class _Writer:
    """Writes run rows; the dialect decides executemany (SQLite) or COPY (PostgreSQL)."""

    def __init__(self, conn, dialect: str, slots: list[int], campaign_id: int, import_id: int,
                 numbered: bool = False, chain: tuple[int, ...] = ()):
        self.conn, self.dialect = conn, dialect
        self.slots = slots
        # `numbered` (SQLite, a bulk load with the keys set aside): SQLite numbers the rows itself.
        # A row given no id gets the largest id stored plus one, the very ids the load hands out
        # (its write transaction read that largest id); no key can refuse a row meanwhile, so
        # none is skipped and the numbering never drifts (the load checks the last id at the end).
        self.numbered = numbered and dialect == "sqlite"
        self.cols = RUN_COLS + [f"v{s}" for s in slots]
        self.raw = conn.connection.driver_connection
        if self.numbered:
            self.cols = self.cols[1:]
        names = ", ".join(self.cols)
        if dialect == "sqlite":
            # the two ids are the same on every row and are ours, not the file's: written in the statement
            self.fixed = {"campaign_id": str(int(campaign_id)), "import_id": str(int(import_id))}
            self.bound = [c for c in self.cols if c not in self.fixed]  # the table's columns, in order
            self.width = len(self.bound)
            self.limit = self.raw.getlimit(sqlite3.SQLITE_LIMIT_VARIABLE_NUMBER) if hasattr(self.raw, "getlimit") else 999
            self.head = f"INSERT OR IGNORE INTO runs ({names}) VALUES "
            self.sql_one = self.head + self._marks({})
            self._statements: dict[tuple, tuple[str, str, int]] = {}
            self._same: dict[str, str] | None = None  # the columns written as literals so far
            self._buf = np.empty(0, dtype=np.float64)  # the bound values of a chunk, reused
        else:
            self.campaign_id, self.import_id = campaign_id, import_id
            # made again for each writer: a metric new in this file may have added a column to runs
            self.conn.exec_driver_sql("DROP TABLE IF EXISTS blockyard_stage")
            self.conn.exec_driver_sql(
                "CREATE TEMP TABLE blockyard_stage (LIKE runs INCLUDING DEFAULTS) ON COMMIT DROP"
            )
            self.copy_sql = f"COPY blockyard_stage ({names}) FROM STDIN (FORMAT csv)"
            self.move_sql = _move_sql(conn, names, campaign_id, chain)

    def _marks(self, same: dict[str, str]) -> str:
        """One row's VALUES group: the import's two ids and the chunk's constants as literals."""
        return "(" + ", ".join(self.fixed.get(c) or same.get(c, "?") for c in self.cols) + ")"

    def write(self, ids: np.ndarray, rows: Rows, solver: np.ndarray, instance: np.ndarray,
              host: np.ndarray, has_host: np.ndarray, metric_of_slot: dict[int, str]) -> None:
        if self.dialect == "sqlite":
            self._write_sqlite(ids, rows, solver, instance, host, has_host, metric_of_slot)
            return
        import io

        import pyarrow.csv as pacsv

        m = len(ids)
        data = {
            "id": pa.array(ids), "campaign_id": pa.array(np.full(m, self.campaign_id, dtype=np.int64)),
            "import_id": pa.array(np.full(m, self.import_id, dtype=np.int64)),
            "solver_id": pa.array(solver), "instance_id": pa.array(instance), "seed": pa.array(rows.seed),
            "replicate": pa.array(rows.replicate), "status": pa.array(rows.status),
            "finished_at": pa.array(rows.finished, mask=~rows.has_finished),
            "host_id": pa.array(host, mask=~has_host), "source_line": pa.array(rows.lines),
        }
        for s in self.slots:
            vals = rows.metrics[metric_of_slot[s]]
            data[f"v{s}"] = pa.array(vals, mask=np.isnan(vals))
        buf = io.BytesIO()
        pacsv.write_csv(pa.table(data), buf, pacsv.WriteOptions(include_header=False))
        cur = self.raw.cursor()
        cur.execute("TRUNCATE blockyard_stage")
        with cur.copy(self.copy_sql) as cp:
            cp.write(buf.getvalue())
        cur.execute(self.move_sql)


    def _write_sqlite(self, ids, rows: Rows, solver, instance, host, has_host, metric_of_slot) -> None:
        m = len(ids)
        ints = [ids, solver, instance, rows.seed, rows.replicate, rows.status, rows.finished, host, rows.lines]
        if self.numbered:
            ints = ints[1:]
        at = len(ints) - 3  # where finished_at sits; host_id follows it
        if all(int(np.abs(a).max(initial=0)) < V.WHOLE_LIMIT for a in (rows.seed, rows.finished)):
            # One float64 table, many rows per statement. SQLite stores a whole-valued REAL in an
            # INTEGER column as an INTEGER, and a NaN as NULL, so the stored values and types are
            # the same as when binding ints and None (the tests check both).
            # The table's columns in order, each with the rows where it is NULL (None: none are)
            sources: list[tuple[np.ndarray, np.ndarray | None]] = [(a, None) for a in ints]
            sources[at] = (rows.finished, ~rows.has_finished)
            sources[at + 1] = (host, ~has_host)
            sources += [(rows.metrics[metric_of_slot[s]], None) for s in self.slots]  # NaN where empty
            # A column with one value on every row of the chunk (one host per file, no replicate
            # column, a metric the file leaves empty) is written once in the statement instead of
            # bound on every row: binding is most of the Python side of an insert. Only whole
            # numbers and NULL become literals (a float's decimal text need not read back exactly).
            # The constants are those of the first chunk that still hold: each statement text is
            # a prepared statement SQLite keeps (a large one, for hundreds of rows), so a file
            # whose constants change chunk after chunk (a new night, the next treatment) makes a
            # few texts, not one per chunk.
            same = constant_columns(sources, self.bound, _WHOLE_COLUMNS)
            if self._same is not None:
                same = {c: v for c, v in self._same.items() if same.get(c) == v}
            self._same = same
            key = tuple(sorted(same.items()))
            if key not in self._statements:
                per = max(1, min(4000, self.limit // max(self.width - len(same), 1)))
                marks = self._marks(same)
                self._statements[key] = (self.head + ", ".join([marks] * per), self.head + marks, per)
            sql_many, sql_one, k = self._statements[key]
            # only the bound columns go into the table, which reuses one buffer from chunk to
            # chunk (fresh memory for each chunk costs the kernel's zeroing of it)
            kept = [sources[i] for i, c in enumerate(self.bound) if c not in same]
            if len(self._buf) < m * len(kept):
                self._buf = np.empty(m * len(kept), dtype=np.float64)
            table = self._buf[:m * len(kept)].reshape(m, len(kept))
            for j, (a, nulls) in enumerate(kept):
                table[:, j] = a
                if nulls is not None and nulls.any():
                    table[nulls, j] = np.nan
            width = table.shape[1]
            full = m // k * k
            if width == 0:  # every column the same: nothing to bind
                self.raw.executemany(sql_one, [()] * m)
                return
            if full:
                # each statement's row of values becomes Python floats as SQLite asks for it: the
                # whole chunk's floats at once took fresh memory that the kernel zeroed for every
                # chunk (a third of the load's page faults, measured by /usr/bin/time)
                self.raw.executemany(sql_many, map(np.ndarray.tolist, table[:full].reshape(-1, k * width)))
            if m > full:
                self.raw.executemany(sql_one, table[full:].tolist())
            return
        # a seed or time past 2**53 would not survive a float: bind Python ints one row at a time
        columns = [a.tolist() for a in ints[:at]] + [
            _with_nulls(rows.finished, rows.has_finished), _with_nulls(host, has_host), rows.lines.tolist()]
        for s in self.slots:
            vals = rows.metrics[metric_of_slot[s]]
            columns.append(_with_nulls(vals, ~np.isnan(vals)))
        self.raw.executemany(self.sql_one, zip(*columns))


def _move_sql(conn, names: str, campaign_id: int, chain: tuple[int, ...]) -> str:
    """PostgreSQL: the statement that moves the staged rows into runs, past every run whose key
    is taken. The unique run key holds the live runs (ON CONFLICT names it, WHERE and all, so
    that the partial index is the one inferred); the campaign's retracted runs outside the chain
    a reload replaces hold theirs through an anti-join. Most campaigns hold no such run (the
    runs table is locked for the load, so that stays true while it writes): then the join is
    left out, and each chunk's insert reads nothing but the key index."""
    other = f" AND r.import_id NOT IN ({', '.join(str(int(i)) for i in chain)})" if chain else ""
    retracted = f"r.retraction_id IS NOT NULL AND r.campaign_id = {int(campaign_id)}{other}"
    held = conn.exec_driver_sql(f"SELECT 1 FROM runs r WHERE {retracted} LIMIT 1").first() is not None
    where = ""
    if held:
        # (retracted runs are few: ix_runs_withdrawn finds them, and the join hashes them)
        where = (" WHERE NOT EXISTS (SELECT 1 FROM runs r WHERE " + retracted + " AND r.solver_id = s.solver_id "
                 "AND r.instance_id = s.instance_id AND r.seed = s.seed AND r.replicate = s.replicate)")
    return (f"INSERT INTO runs ({names}) SELECT {names} FROM blockyard_stage s{where} ORDER BY id "
            "ON CONFLICT (campaign_id, solver_id, instance_id, seed, replicate) WHERE retraction_id IS NULL "
            "DO NOTHING")


@dataclass
class _Holder:
    import_id: int
    source_line: int
    retraction_id: int | None = None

○ ○ ○ ○ ○

What is required =
Quote the listing above, but only from the line that shows "run whose key" through the line that shows "left out, and".

Result of the exercise =
    """PostgreSQL: the statement that moves the staged rows into runs, past every run whose key
    is taken. The unique run key holds the live runs (ON CONFLICT names it, WHERE and all, so
    that the partial index is the one inferred); the campaign's retracted runs outside the chain
    a reload replaces hold theirs through an anti-join. Most campaigns hold no such run (the
    runs table is locked for the load, so that stays true while it writes): then the join is
    left out, and each chunk's insert reads nothing but the key index."""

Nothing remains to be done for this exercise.